Intergovernmental Bureau of Informatics
- Corporate body
- 1961-1988
The Intergovernmental Bureau of Informatics was created, with the name International Computation Center, under the auspices of the United Nations and UNESCO by an international Convention signed on December 6, 1951 in Paris. The Resolutions concerning the establishment of this body were taken by the United Nations and UNESCO in 1946, 1948, 1950 and 1951. The International Computation Center was transformed in three stages (1969-70: reorganization, 1971-72: consolidation, and from 1978 on expansion). into the IBI in order to react to the technological evolution in the field.
The IBI had 38 member states which were members either of the United Nations, or of UNESCO, or of one of the other Specialized Agencies of the United Nations.

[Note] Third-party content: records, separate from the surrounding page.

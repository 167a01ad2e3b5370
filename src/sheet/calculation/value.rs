//! A calculation sheet as a value: sections of words, tables and figures, the same for every way it is written.
use super::drawing::Drawing;
use crate::margin::Verdict;
use crate::sheet::clean;

/// The whole sheet. Equal input gives an equal value.
#[derive(Clone, Debug, PartialEq)]
pub struct Sheet {
    /// The file's title, else its name.
    pub title: String,
    /// Name of the file as given.
    pub file: String,
    /// Hex SHA-256 of its bytes.
    pub scenario_sha256: String,
    /// The worst verdict.
    pub verdict: Verdict,
    /// Its sections in the order in which they are read.
    pub sections: Vec<Section>,
}

/// One section.
#[derive(Clone, Debug, PartialEq)]
pub struct Section {
    /// Stable id: `cautions`, `inputs`.
    pub id: &'static str,
    /// Heading.
    pub title: &'static str,
    /// What it holds.
    pub blocks: Vec<Block>,
}

impl Section {
    /// A section.
    #[must_use]
    pub const fn new(id: &'static str, title: &'static str, blocks: Vec<Block>) -> Self {
        Self { id, title, blocks }
    }
}

/// One part of a section.
#[derive(Clone, Debug, PartialEq)]
pub enum Block {
    /// A paragraph.
    Words(String),
    /// A verdict with its sentence.
    Verdict(Verdict, String),
    /// A heading within the section.
    Part(String),
    /// Sentences.
    List(Vec<String>),
    /// A table.
    Table(Table),
    /// A drawing.
    Figure(Figure),
    /// Lines to be filled in by hand.
    Blank(&'static [&'static str]),
}

impl Block {
    /// A paragraph, control characters made visible.
    #[must_use]
    pub fn words(words: &str) -> Self {
        Self::Words(clean(words))
    }
    /// Sentences, control characters made visible.
    #[must_use]
    pub fn list<S: AsRef<str>>(list: &[S]) -> Self {
        Self::List(list.iter().map(|words| clean(words.as_ref())).collect())
    }
    /// A heading within the section.
    #[must_use]
    pub fn part(words: &str) -> Self {
        Self::Part(clean(words))
    }
}

/// How the cells of a column are set.
#[derive(Clone, Copy, Debug, PartialEq, Eq)]
pub enum Kind {
    /// Words, to the left.
    Words,
    /// The first column of a row that has its name there.
    Name,
    /// Numbers, to the right.
    Number,
    /// A formula or a key of the file.
    Formula,
}

/// One column.
#[derive(Clone, Copy, Debug, PartialEq)]
pub struct Column {
    /// Stable key.
    pub key: &'static str,
    /// Head.
    pub head: &'static str,
    /// How its cells are set.
    pub kind: Kind,
}

/// A column of each kind in short.
pub const fn column(key: &'static str, head: &'static str, kind: Kind) -> Column {
    Column { key, head, kind }
}

/// A table.
#[derive(Clone, Debug, PartialEq)]
pub struct Table {
    /// Stable id: `inputs`, `margins`.
    pub id: String,
    /// What it shows.
    pub caption: String,
    /// Columns.
    pub columns: &'static [Column],
    /// Rows, each with a cell a column.
    pub rows: Vec<Row>,
}

/// A row; its verdict is in words in one of the cells as well.
#[derive(Clone, Debug, PartialEq)]
pub struct Row {
    /// Cells.
    pub cells: Vec<Cell>,
    /// The verdict it tells.
    pub verdict: Option<Verdict>,
}

impl Row {
    /// A row without a verdict.
    #[must_use]
    pub const fn new(cells: Vec<Cell>) -> Self {
        Self { cells, verdict: None }
    }
}

/// A cell: what it reads, and its number where it has one.
#[derive(Clone, Debug, PartialEq)]
pub struct Cell {
    /// As shown.
    pub words: String,
    /// The number in SI with its unit.
    pub si: Option<(f64, &'static str)>,
}

impl Cell {
    /// Words, control characters made visible.
    #[must_use]
    pub fn words(words: &str) -> Self {
        Self { words: clean(words), si: None }
    }
    /// A number to the digits of the working, with its SI unit.
    #[must_use]
    pub fn si(value: f64, unit: &'static str) -> Self {
        let words = if unit == "1" { digits(value) } else { format!("{} {unit}", digits(value)) };
        Self { words, si: Some((value, unit)) }
    }
    /// A number shown in other words.
    #[must_use]
    pub fn shown(words: String, value: f64, unit: &'static str) -> Self {
        Self { words, si: Some((value, unit)) }
    }
    /// Nothing.
    #[must_use]
    pub const fn none() -> Self {
        Self { words: String::new(), si: None }
    }
}

/// A drawing with its text alternative.
#[derive(Clone, Debug, PartialEq)]
pub struct Figure {
    /// Stable id: `elevation`.
    pub id: &'static str,
    /// Title.
    pub title: String,
    /// What it shows, in words with the numbers that matter.
    pub text: String,
    /// The drawing.
    pub drawing: Drawing,
}

/// Significant digits of the working.
const DIGITS: i32 = 6;
/// What is smaller is left by rounding.
const NOTHING: f64 = 1e-8;

/// A number to six significant digits, without a point where all of them stand before it; `0` below 1e-8, where only
/// rounding is left.
#[must_use]
pub fn digits(value: f64) -> String {
    if !value.is_finite() {
        return "not a number".to_owned();
    }
    if value.abs() < NOTHING {
        return "0".to_owned();
    }
    let scientific = format!("{value:.*e}", usize::try_from(DIGITS - 1).unwrap_or(0));
    let exponent = scientific.split('e').nth(1).and_then(|e| e.parse::<i32>().ok()).unwrap_or(0);
    if (-4..9).contains(&exponent) {
        let decimals = usize::try_from(DIGITS - 1 - exponent).unwrap_or(0);
        format!("{value:.decimals$}")
    } else {
        scientific
    }
}

/// A number as exactly as the file states it, to 12 digits.
#[must_use]
pub fn exact(value: f64) -> String {
    let cut: f64 = format!("{value:.11e}").parse().unwrap_or(value);
    if cut != 0.0 && !(1e-6..1e12).contains(&cut.abs()) { format!("{cut:e}") } else { format!("{}", cut + 0.0) }
}

#[cfg(test)]
mod tests {
    use super::*;

    #[test]
    fn six_digits_are_kept_at_any_size() {
        for (value, words) in [
            (9.80665, "9.80665"),
            (0.000_123_456_7, "0.000123457"),
            (60_000.0, "60000.0"),
            (1_234_567.0, "1234567"),
            (-0.5, "-0.500000"),
            (3e-12, "0"),
            (999_999.6, "1000000"),
            (1.5e-7, "1.50000e-7"),
        ] {
            assert_eq!(digits(value), words);
        }
    }

    #[test]
    fn a_stated_number_reads_as_stated() {
        assert_eq!(exact(80.0 * 0.453_592_37), "36.2873896");
        assert_eq!(exact(0.1 + 0.2), "0.3");
        assert_eq!(exact(-0.0), "0");
    }
}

At its sixth extraordinary session, held in Rome on 28 and 29 November 1988, the General Assembly, by resolution R.6E/09 decided that IBI would cease to exist as from 30 November.
Dissolution had been made inevitable due to a series of difficulties encountered by IBI with regard to both its programme activities and its own organizational management and administration. These difficulties led to the successive withdrawal of several Member States from 1985 onwards, in particular the three main contributors (France, Spain and Italy) which deprived IBI of all its funding. Lacking resources, and in the throes of an unprecedented administrative crisis, with a temporary Board of Management acting as a Directorate, IBI was dissolved after 26 years spent in promoting co-operation in informatics.